The expression $x^2$ represents a machine. What is a machine? It's something that has an input and an output. You input 5 and it outputs 25. You input -3 and it outputs 9.

So the expression $x^2$ can be thought of as a process or recipe. Put in one number, get out another.

If the rule is $x^2$ then this machine outputs the square of its input. Whatever the rule is, that's what the machine does.

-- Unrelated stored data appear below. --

class Properties:
    """Enthalpy, heat capacity, viscosity, conductivity and density at one pressure, with its calls counted."""

    def __init__(self, fluid: Fluid, pressure: float, backend: Backend) -> None:
        self.fluid, self.pressure, self.backend = fluid, pressure, backend
        self.state_updates = 0
        self.property_values = 0
        self.species: list[tuple[str, float, float]] = []
        self.states: dict[str, Any] = {}
        if fluid.name == "exhaust":
            self.species = exhaust_species(fluid)
            names = [name for name, _, _ in self.species]
        else:
            names = [] if fluid.name == "constant" else [fluid.name]
        if backend == "low-level":
            self.states = {name: abstract_state(name) for name in names}

    def _pure(self, name: str, temperature: float, keys: str) -> list[float]:
        """CoolProp's values at the pressure, or of the dilute gas for the species of a mixture."""
        self.property_values += len(keys)
        if self.backend == "props":
            self.state_updates += len(keys)
            long = {"h": "HMASS", "c": "CPMASS", "m": "VISCOSITY", "k": "CONDUCTIVITY", "r": "DMASS"}
            given = ("DMOLAR", DILUTE_MOLAR_DENSITY) if self.species else ("P", self.pressure)
            return [float(CoolProp.PropsSI(long[key], *given, "T", temperature, name)) for key in keys]
        self.state_updates += 1
        state = self.states[name]
        if self.species:
            state.update(CoolProp.DmolarT_INPUTS, DILUTE_MOLAR_DENSITY, temperature)
        else:
            state.update(CoolProp.PT_INPUTS, self.pressure, temperature)
        read = {"h": state.hmass, "c": state.cpmass, "m": state.viscosity, "k": state.conductivity, "r": state.rhomass}
        return [float(read[key]()) for key in keys]

    def enthalpy(self, temperature: float) -> float:
        if self.fluid.name == "constant":
            return self.fluid.constants["cp"] * temperature
        if self.species:
            names = [name for name, _, _ in self.species]
            return sum(
                w * self._pure(name, temperature, "h")[0] for name, w in zip(names, self._by_mass(), strict=True)
            )
        return self._pure(self.fluid.name, temperature, "h")[0]

    def density(self, temperature: float) -> float:
        if self.fluid.name == "constant":
            return self.fluid.constants["rho"]
        if self.species:
            return self.pressure * sum(x * m for _, x, m in self.species) / (GAS_CONSTANT * temperature)
        return self._pure(self.fluid.name, temperature, "r")[0]

    def transport(self, temperature: float) -> tuple[float, float, float]:
        """Heat capacity, viscosity and conductivity."""
        if self.fluid.name == "constant":
            c = self.fluid.constants
            return c["cp"], c["mu"], c["k"]
        if not self.species:
            cp, mu, k = self._pure(self.fluid.name, temperature, "cmk")
            if self.fluid.name.startswith("INCOMP"):  # the library's tabulated cp is not the slope of its enthalpy
                cp = (self.enthalpy(temperature + 0.05) - self.enthalpy(temperature - 0.05)) / 0.1
            return cp, mu, k
        values = [self._pure(name, temperature, "cmk") for name, _, _ in self.species]
        cp = sum(w * v[0] for w, v in zip(self._by_mass(), values, strict=True))
        fractions = [x for _, x, _ in self.species]
        masses = [m for _, _, m in self.species]
        mu, k = mixture_transport(fractions, masses, [v[1] for v in values], [v[2] for v in values])
        return cp, mu, k

    def _by_mass(self) -> list[float]:
        mean = sum(x * m for _, x, m in self.species)
        return [x * m / mean for _, x, m in self.species]


def abstract_state(name: str) -> Any:
    """The low-level state of a CoolProp name; the letter A or M of a solution tells volume from mass fraction."""
    if not name.startswith("INCOMP::"):
        return CoolProp.AbstractState("HEOS", name)
    kind, fraction = name.removeprefix("INCOMP::").rstrip("]").split("[")
    state = CoolProp.AbstractState("INCOMP", kind)
    if kind.startswith("A"):
        state.set_volu_fractions([float(fraction)])
    else:
        state.set_mass_fractions([float(fraction)])
    return state


def exhaust_species(fluid: Fluid) -> list[tuple[str, float, float]]:
    """(name, mole fraction, molar mass [kg/mol]) of completely burnt CxHy in air of 1 O2 : 3.76 N2."""
    oxygen = fluid.carbon + fluid.hydrogen / 4
    moles = {
        "CarbonDioxide": fluid.carbon,
        "Water": fluid.hydrogen / 2,
        "Oxygen": (fluid.excess_air_ratio - 1) * oxygen,
        "Nitrogen": 3.76 * fluid.excess_air_ratio * oxygen,
    }
    total = sum(moles.values())
    return [(name, n / total, float(CoolProp.PropsSI("M", name))) for name, n in moles.items()]


def mixture_transport(x: list[float], m: list[float], mu: list[float], k: list[float]) -> tuple[float, float]:
    """Wilke's viscosity; Wassiljewa's conductivity with the same interaction numbers (Mason and Saxena)."""
    mixed_mu = mixed_k = 0.0
    for i in range(len(x)):
        weight = 0.0
        for j in range(len(x)):
            ratio = math.sqrt(mu[i] / mu[j]) * (m[j] / m[i]) ** 0.25
            weight += x[j] * (1 + ratio) ** 2 / math.sqrt(8 * (1 + m[i] / m[j]))
        mixed_mu += x[i] * mu[i] / weight
        mixed_k += x[i] * k[i] / weight
    return mixed_mu, mixed_k


# ---------------------------------------------------------------- ducts


def nusselt_h1(aspect: float) -> float:
    """Shah and London 1978, rectangular duct, all walls heated evenly along and isothermal around."""
    a = aspect
    return 8.235 * (1 - 2.0421 * a + 3.0853 * a**2 - 2.4765 * a**3 + 1.0578 * a**4 - 0.1861 * a**5)


def fanning_f_re(aspect: float) -> float:
    a = aspect
    return 24 * (1 - 1.3553 * a + 1.9467 * a**2 - 1.7012 * a**3 + 0.9564 * a**4 - 0.2537 * a**5)


def smooth_friction(reynolds: float) -> float:
    return 1 / (0.790 * math.log(reynolds) - 1.64) ** 2


def gnielinski(reynolds: float, prandtl: float) -> float:
    f8 = smooth_friction(reynolds) / 8
    return f8 * (reynolds - 1000) * prandtl / (1 + 12.7 * math.sqrt(f8) * (math.pow(prandtl, 2 / 3) - 1))


def manglik_bergles(reynolds: float, alpha: float, delta: float, gamma: float) -> tuple[float, float]:
    """Colburn j and Fanning f of offset strip fins (1995)."""
    re = reynolds
    j = 0.6522 * re**-0.5403 * alpha**-0.1541 * delta**0.1499 * gamma**-0.0678
    j *= (1 + 5.269e-5 * re**1.340 * alpha**0.504 * delta**0.456 * gamma**-1.055) ** 0.1
    f = 9.6243 * re**-0.7422 * alpha**-0.1856 * delta**0.3053 * gamma**-0.2659
    f *= (1 + 7.669e-8 * re**4.429 * alpha**0.920 * delta**3.767 * gamma**0.236) ** 0.1
    return j, f


def through_transition(
    reynolds: float, laminar: Callable[[float], float], turbulent: Callable[[float], float]
) -> float:
    if reynolds <= 2300:
        return laminar(reynolds)
    if reynolds >= 4000:
        return turbulent(reynolds)
    share = (reynolds - 2300) / (4000 - 2300)
    return (1 - share) * laminar(2300) + share * turbulent(4000)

Another feature of the function machine idea is that the machine is a black box. We do not know or care how the machine works, whether there are gears inside perhaps elves with calculators. All we can ever know about our machine is what it outputs for a given input. The only aspect of a function machine that we can observe are its inputs and outputs.

The most important feature of a function machine is that it always produces the same output for a given input. So if you put in 3 and it outputs 47 today, it will do exactly the same thing tomorrow and the day after. That property defines a function.

Last edited by Maschke; September 29th, 2017 at 05:03 PM.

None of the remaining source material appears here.